Like Garcia, Julio Cesar Treviño, or as his coworkers call him J. C., has provided for his family by working in the oil field industry for eight years. J. C. did not choose the oil field industry for the money, but he saw it as an outlet to channel his “excess energy.”
“Being a young man in Laredo, you have to focus all your energy into something that will keep you from ending up incarcerated,” J. C. said. “I chose something that would exhaust me and keep me out of trouble.”
As the lead welder at one of Laredo’s oil field rigs, J. C. sees the industry as a second chance for underprivileged Hispanics along the Southern Border.
J. C. said he fell in love with the trade, and he feels pride in being one of the best welders at his job. At the end of each day, he likes to look back at the work he has done and say to himself, “Man, I’m really good at what I do.”
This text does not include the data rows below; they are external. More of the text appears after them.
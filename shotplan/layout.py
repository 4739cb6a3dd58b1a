"""A layout: a table, balls at positions, and optionally the stroke to play.

The layout file (JSON, UTF-8) maps onto :class:`Layout` one to one::

    {
      "format": "shotplan-layout", "version": 1,
      "title": "Straight in", "note": "Stun the cue ball dead.",
      "game": "9-ball",
      "table": "pool-9ft",
      "balls": {"cue": [0.635, 0.635], "1": [1.9, 0.9]},
      "stroke": {"direction_deg": 20.0, "speed_mps": 1.5},
      "physics": {"cushion_restitution": 0.8}
    }

``table`` is a preset name, ``{"preset": "pool-9ft", ...measured values...}``
with keys of :data:`shotplan.equipment.OVERRIDE_KEYS`, or ``{"profile":
"club-table.json"}``: a table profile file (what ``shotplan cushion fit -o``
writes; a path relative to the layout's folder), optionally with more
measured values that replace the profile's. A layout holds at most
:data:`MAX_BALLS` balls. Positions are metres
from the cushion noses (see :mod:`shotplan.table`). ``stroke`` follows
:meth:`shotplan.stroke.Stroke.from_dict`, ``physics`` the fields of
:class:`shotplan.physics.Physics`; ``game`` names the game whose rules the
search follows (:data:`shotplan.games.GAMES`, default ``any``: no rules);
``title``, ``note``, ``game``, ``stroke`` and ``physics`` are optional.

Two kinds of fault are kept apart, as a chess board's status is kept apart
from its legality of construction:

* *structural* faults (bad JSON, wrong types, an unknown preset, a bad
  stroke) mean there is no layout at all: :class:`~shotplan.errors.LayoutError`;
* *problems* (a ball off the table, in a pocket, overlapping a cushion or
  another ball, an id the table's ball set lacks, no cue ball) still give a
  layout, which :meth:`Layout.problems` describes, so the table view can
  show them instead of refusing the file.

:func:`load_layout` raises on both unless ``strict=False``.
"""

from __future__ import annotations
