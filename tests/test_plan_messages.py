"""What `plan` says when it finds nothing, and what `--ball` selects.

Found in a new-user trial: a search with no shot printed only "0 shots
found"; `--ball 9` on a 9-ball layout dropped the 1-9 combination, the one
legal way to pocket the 9 (WPA 9-ball rules: the first contact must be the
lowest-numbered ball, and any ball pocketed on a legal shot counts).
"""

from __future__ import annotations

import json
import re
from pathlib import Path

from shotplan.cli import main
from shotplan.search.explain import reason_groups

LAYOUTS = Path(__file__).resolve().parent.parent / "assets" / "layouts"
RACK = str(LAYOUTS / "club-night-5-9ball-rack.json")
NINE = str(LAYOUTS / "club-night-7-nine-ball-rules.json")


def test_no_shot_says_why_and_the_groups_add_up(capsys):
    # Every ball of a rack is shut in by its neighbours: no candidate gets
    # as far as a simulation.
    assert main(["plan", RACK, "--game", "8-ball", "--group", "solids"]) == 0
    out = capsys.readouterr().out.splitlines()
    assert out[0].split(": ", 1)[1].startswith("0 shots found")
    why = re.fullmatch(r"why: (\d+) candidates turned down: (.*) \(--explain lists each\)",
                       out[1])
    assert why, out
    counts = [int(part.split(" ", 1)[0]) for part in why.group(2).split(", ")]
    assert sum(counts) == int(why.group(1)) > 0
    assert main(["plan", RACK, "--game", "8-ball", "--group", "solids", "--explain",
                 "--json"]) == 0
    assert len(json.loads(capsys.readouterr().out)["rejected"]) == int(why.group(1))


def test_a_rule_is_named_in_the_groups():
    reasons = ["first contact on 4, the rules need the 1 (WPA 9-ball)",
               "the cue ball's path to ball 1 is blocked by ball 2",
               "cut too thin (84 deg, limit 80)", "ball 1 stops short of foot-left, 3 cm from it",
               "scratches (cue ball into side-left)", "9 falls, not a ball on (WPA 9-ball)"]
    assert reason_groups(reasons) == [
        ("against the WPA 9-ball rules", 2), ("a ball in the way", 1),
        ("an angle that cannot be played", 1), ("missing in simulation", 1),
        ("the cue ball scratches", 1)]


def test_ball_selects_the_combination_that_pockets_it(capsys):
    assert main(["plan", NINE, "--game", "9-ball", "--ball", "9", "--json"]) == 0
    shots = json.loads(capsys.readouterr().out)
    assert shots, "the 1-9 combination pockets the 9 legally"
    for s in shots:
        assert s["balls"][-1] == "9" or s["balls"][0] == "9"
    assert any(s["kind"] == "combination" and s["balls"] == ["1", "9"] for s in shots)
The oil field industry has given him respect, a more than liveable wage, but more frequently stress and heartbreak as his work days grow shorter.
J. C. remembered when he first saw the decline of the oil industry in 2015. His former co-workers, having earned $15-18 an hour, started earning minimum wage as seasonal oil rigs came to a sudden halt, resulting in a number of them losing their homes.
The oil field continues in a downward spiral. While some like Garcia and J. C. have secured jobs, according to the US Bureau of Labor, oil field workers have an unemployment rate of 19.2 percent, higher than any other industry. The US Bureau of Labor reported, the US has lost more than 137,000 oil-related jobs in 2020. According to Garcia, a greater portion of Laredo’s oil field workers only have a high school equivalent or some college, limiting their job prospects.
“Most of the people don’t have an education,” he said. “Not because they don’t want to but because of the poverty level here. They couldn’t afford it. They didn’t have a plan B.”
As the provider of his three children, two boys and a girl, and his mother, J. C. worries Biden’s climate change plan will hurt the economy along the Southern Border, and leave him unemployed.
According to J. C., Hispanics are the backbone of the oil field industry. J. C. believes diverting investments from American oil companies into renewable resources would hurt Laredo’s community – a majority Hispanic community.
“[The oil field] not only provides goods for our country, but it creates job opportunities for low-income families,” J. C. said. “It’s an opportunity to keep your family financially stable.”
The unpredictability of the oil field industry in the earlier years and the recent push towards clean energy encouraged J. C. to develop a “plan B.” J. C. began to save money in 2016, and is now the co-owner of a trucking company in Laredo. He strongly believes transportation will remain unaffected by strides towards an energy revolution.
“When the oil field shut down in 2015 we really suffered,” said J. C. “If Biden shuts down the industry, some of us will never recover.”